Seems to work for me on the most recent master (ce257949b4468c77412c026b5987c3f37bad6443). 😃 Thanks a ton.

My original issue doesn’t seem to be the same problem that @f0086 is dealing with.

I am very sorry, but it does not work. You are using the wrong URLs. You need to use the URL in the <link></link> tag. I will have a look at this.

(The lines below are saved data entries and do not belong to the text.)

impl SessionCheck {
    /// Whether every payload and guard figure equals the host's.
    #[must_use]
    pub fn bit_exact(&self) -> bool {
        self.payloads.iter().all(PayloadCheck::equal) && self.guard_diffs.is_empty()
    }

    /// Checks that the device ended exactly where the host did.
    ///
    /// # Errors
    /// [`DeviceError::Mismatch`] with every difference, readable.
    pub fn ensure_bit_exact(&self) -> Result<(), DeviceError> {
        if self.bit_exact() {
            return Ok(());
        }
        let mut detail = String::new();
        for p in self.payloads.iter().filter(|p| !p.equal()) {
            let _ = writeln!(
                detail,
                "payload `{}`: device {} bytes SHA-256 {}, host {} bytes SHA-256 {}",
                p.name, p.device_len, p.device_sha256, p.host_len, p.host_sha256
            );
            for d in &p.diffs {
                let _ = writeln!(detail, "  {d}");
            }
        }
        for d in &self.guard_diffs {
            let _ = writeln!(detail, "{d}");
        }
        Err(DeviceError::Mismatch {
            board: self.board.name(),
            detail,
        })
    }

    /// Checks the memory prediction against the measurement: the measured RAM while training
    /// must not exceed the prediction (plan arena + measured-overhead table), and the
    /// prediction must be at most 5 % above it; the engine's code likewise against the table.
    /// On boards with a throughput phase, its RAM in both arithmetics must not exceed the
    /// prediction the model was chosen with, and must leave [`MARGIN_BYTES`] free.
    ///
    /// # Errors
    /// [`DeviceError::Prediction`] naming the figure and both values, and the table row to
    /// update; also when the table has no row for this board.
    pub fn ensure_prediction(&self) -> Result<(), DeviceError> {
        let board = self.board.name();
        let err = |detail: String| DeviceError::Prediction { board, detail };
        let o = self.overhead.ok_or_else(|| {
            err("the measured-overhead table (host-cli/src/memplan.rs) has no row for it".into())
        })?;
        let r = &self.measures.ram;
        let predicted = r.predicted.unwrap_or(0);
        let mut problems = Vec::new();
        if !within(r.measured, predicted) {
            problems.push(format!(
                "RAM while training: measured {} B (static {} + stack {}), predicted {} B \
                 (firmware {} + {} stack, arena {}, trainer {}, engine stack {})",
                r.measured,
                r.static_ram,
                r.fixed_peak,
                predicted,
                o.firmware_static_bytes,
                o.firmware_stack_bytes,
                r.arena,
                o.trainer_bytes,
                o.engine_stack_bytes
            ));
        }
        let code = self.measures.flash.engine_code();
        if !within(code, u64::from(o.engine_code_bytes)) {
            problems.push(format!(
                "engine code: measured {code} B, table {} B",
                o.engine_code_bytes
            ));
        }
        let throughput = self.throughput_problems();
        if problems.is_empty() && throughput.is_empty() {
            return Ok(());
        }
        let mut detail = Vec::new();
        if !problems.is_empty() {
            detail.push(format!(
                "{}; the measured figures now are: trainer {} B, engine stack {} B, engine code {} B, \
                 firmware static {} B, firmware stack {} B (update the row and its provenance, see \
                 boards/README.md)",
                problems.join("; "),
                r.trainer,
                r.engine_stack,
                code,
                r.static_ram,
                r.entry
            ));
        }
        detail.extend(throughput);
        Err(err(detail.join("; ")))
    }

    /// The throughput phase's RAM against the generator's prediction: each part's measured
    /// RAM must not exceed what the model was chosen with, and must leave [`MARGIN_BYTES`] of
    /// the board's RAM free. One line per problem; none for a board without the phase.
    fn throughput_problems(&self) -> Vec<String> {
        let Some(t) = &self.measures.throughput else {
            return Vec::new();
        };
        let mut problems = Vec::new();
        for (part, measured, predicted) in [
            ("fixed point", t.fixed_ram, t.predicted.fixed),
            ("f32", t.float_ram, t.predicted.float),
        ] {
            if measured > predicted || measured + MARGIN_BYTES > t.board_ram {
                problems.push(format!(
                    "throughput model {} in {part}: measured {measured} B, predicted {predicted} B, \
                     board RAM {} B with a margin of {MARGIN_BYTES} B (the prediction is made in \
                     host-cli/src/device/throughput.rs)",
                    t.model, t.board_ram
                ));
            }
        }
        problems
    }

    /// The figures as text: digests, verdicts, instructions, RAM and flash.
    #[must_use]
    pub fn render(&self) -> String {
        let m = &self.measures;
        let mut s = String::new();
        let _ = writeln!(
            s,
            "{} ({}), model {}",
            self.board,
            self.board.target(),
            self.session.spec.config
        );
        for p in &self.payloads {
            let _ = writeln!(
                s,
                "  {:<17} {:>4} B  device SHA-256 {}  {}",
                p.name,
                p.device_len,
                p.device_sha256,
                if p.equal() { "equal" } else { "DIFFERENT" }
            );
            let _ = writeln!(
                s,
                "  {:<17} {:>4} B  host   SHA-256 {}",
                "", p.host_len, p.host_sha256
            );
            for d in &p.diffs {
                let _ = writeln!(s, "      {d}");
            }
        }
        for g in &self.guards {
            let _ = writeln!(
                s,
                "  guard {:<6}: {}, hold-out loss {:.6} -> {:.6}, {} samples trained, {} updates",
                g.set,
                g.verdict,
                g.before as f64 / f64::from(1u32 << 24),
                g.after as f64 / f64::from(1u32 << 24),
                g.trained,
                g.updates
            );
        }
        for d in &self.guard_diffs {
            let _ = writeln!(s, "      {d}");
        }
        let _ = writeln!(
            s,
            "  instructions: {} MACs per training sample ({} forward + {} backward)",
            m.macs_per_sample, self.engine.forward_macs, self.engine.backward_macs
        );
        let float_kind = if self.board == QemuBoard::Mps2An386 {
            "f32 (FPU)"
        } else {
            "f32 (soft float)"
        };
        for (what, r) in [("fixed point", &m.fixed), (float_kind, &m.float)] {
            let _ = writeln!(
                s,
                "    {what:<16} {:>9.1} insn/sample {:>8.1} insn/MAC",
                r.per_sample(),
                r.per_mac()
            );
        }
        let _ = writeln!(
            s,
            "    {:<16} {:>9.1} insn/sample {:>8.1} insn/MAC (forward only)",
            "hold-out eval",
            m.eval.per_sample(),
            m.eval.per_mac()
        );
        let _ = writeln!(
            s,
            "    ISA floor        dot i16 {:.3} insn/MAC, dot i8 {:.3} insn/MAC",
            m.dot_i16.per_mac(),
            m.dot_i8.per_mac()
        );
        match (&m.throughput, &self.session.throughput.spec) {
            (Some(t), Some(spec)) => {
                let train = &spec.desc.train;
                let momentum = if train.momentum.is_zero() {
                    "no momentum".to_owned()
                } else {
                    format!("momentum {}", train.momentum.to_f64())
                };
                let _ = writeln!(
                    s,
                    "  throughput: model {} (dense, ReLU, dense; squared error, SGD batch {}, {momentum}), \
                     {} MACs per training sample, {} samples trained ({} drawn on the board)",
                    t.model, train.batch, t.macs_per_sample, t.fixed.samples, spec.pool
                );
                for (what, r) in [("fixed point", &t.fixed), (float_kind, &t.float)] {
                    let _ = writeln!(
                        s,
                        "    {what:<16} {:>9.1} insn/sample {:>8.1} insn/MAC",
                        r.per_sample(),
                        r.per_mac()
                    );
                }
                let _ = writeln!(
                    s,
                    "    RAM: fixed point {} B (arena {}, predicted {}), f32 {} B (arena {}, predicted {}), of {} B",
                    t.fixed_ram,
                    t.arena,
                    t.predicted.fixed,
                    t.float_ram,
                    t.float_arena,
                    t.predicted.float,
                    t.board_ram
                );
            }
            _ => {
                let _ = writeln!(s, "  throughput: no phase on this board");
                for n in &self.session.throughput.notes {
                    let _ = writeln!(s, "    {n}");
                }
            }
        }
        let r = &m.ram;
        let _ = writeln!(
            s,
            "  RAM fixed point: measured {} B = static {} + stack {} (entry {}, arena {}, trainer {}, engine {})",
            r.measured, r.static_ram, r.fixed_peak, r.entry, r.arena, r.trainer, r.engine_stack
        );
        match r.predicted {
            Some(p) => {
                let diff = p as i64 - r.measured as i64;
                let _ = writeln!(
                    s,
                    "    predicted {p} B (plan arena {} + table), difference {diff:+} B ({:+.2} %)",
                    r.arena,
                    diff as f64 * 100.0 / r.measured.max(1) as f64
                );
            }
            None => {
                let _ = writeln!(
                    s,
                    "    no prediction: the overhead table has no row for this board"
                );
            }
        }
        let _ = writeln!(
            s,
            "  RAM f32 twin:    measured {} B = static {} + stack {} (arena {}, twin {})",
            r.measured_float, r.static_ram, r.float_peak, r.float_arena, r.twin
        );
        let _ = writeln!(
            s,
            "  RAM whole run:   {} B = static {} + deepest stack {}, of {} B (static + stack region)",
            r.static_ram + r.run_peak,
            r.static_ram,
            r.run_peak,
            r.static_ram + r.stack_size
        );
        let p = &self.session.plan_report.ram;
        let _ = writeln!(
            s,
            "  plan for {}: arena {} + trainer {} + engine stack {} + firmware {} = {} of {} B: {}",
            self.session.chip.id,
            p.arena_bytes,
            p.engine_state_bytes.map_or("?".into(), |b| b.to_string()),
            p.stack_bytes.map_or("?".into(), |b| b.to_string()),
            p.reserve_bytes,
            p.total_bytes,
            p.budget_bytes,
            if p.fits { "fits" } else { "does not fit" }
        );
        let f = &m.flash;
        let _ = writeln!(
            s,
            "  flash: fixed-point engine {} B (.text {} + .rodata {}), f32 twin .text {} B, runtime helpers {} B, rest {} B, .text section {} B",
            f.engine_code(),
            f.engine_text,
            f.engine_rodata,
            f.float_text,
            f.runtime_text,
            f.other_text,
            f.text_section
        );
        s
    }
}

#123 seems related to this 😃

EDIT: Ok, I had a quick look at the code, but did not find a proper solution. The xml.etree.ElementTree component is not working as expected I think, but I am not a Python guy, so not sure about that. My setup (see above) works great for me, so I have no interest in spending an evening debugging this for now, sorry 😦 Maybe it is not worth it anyway, because of #123 ?!?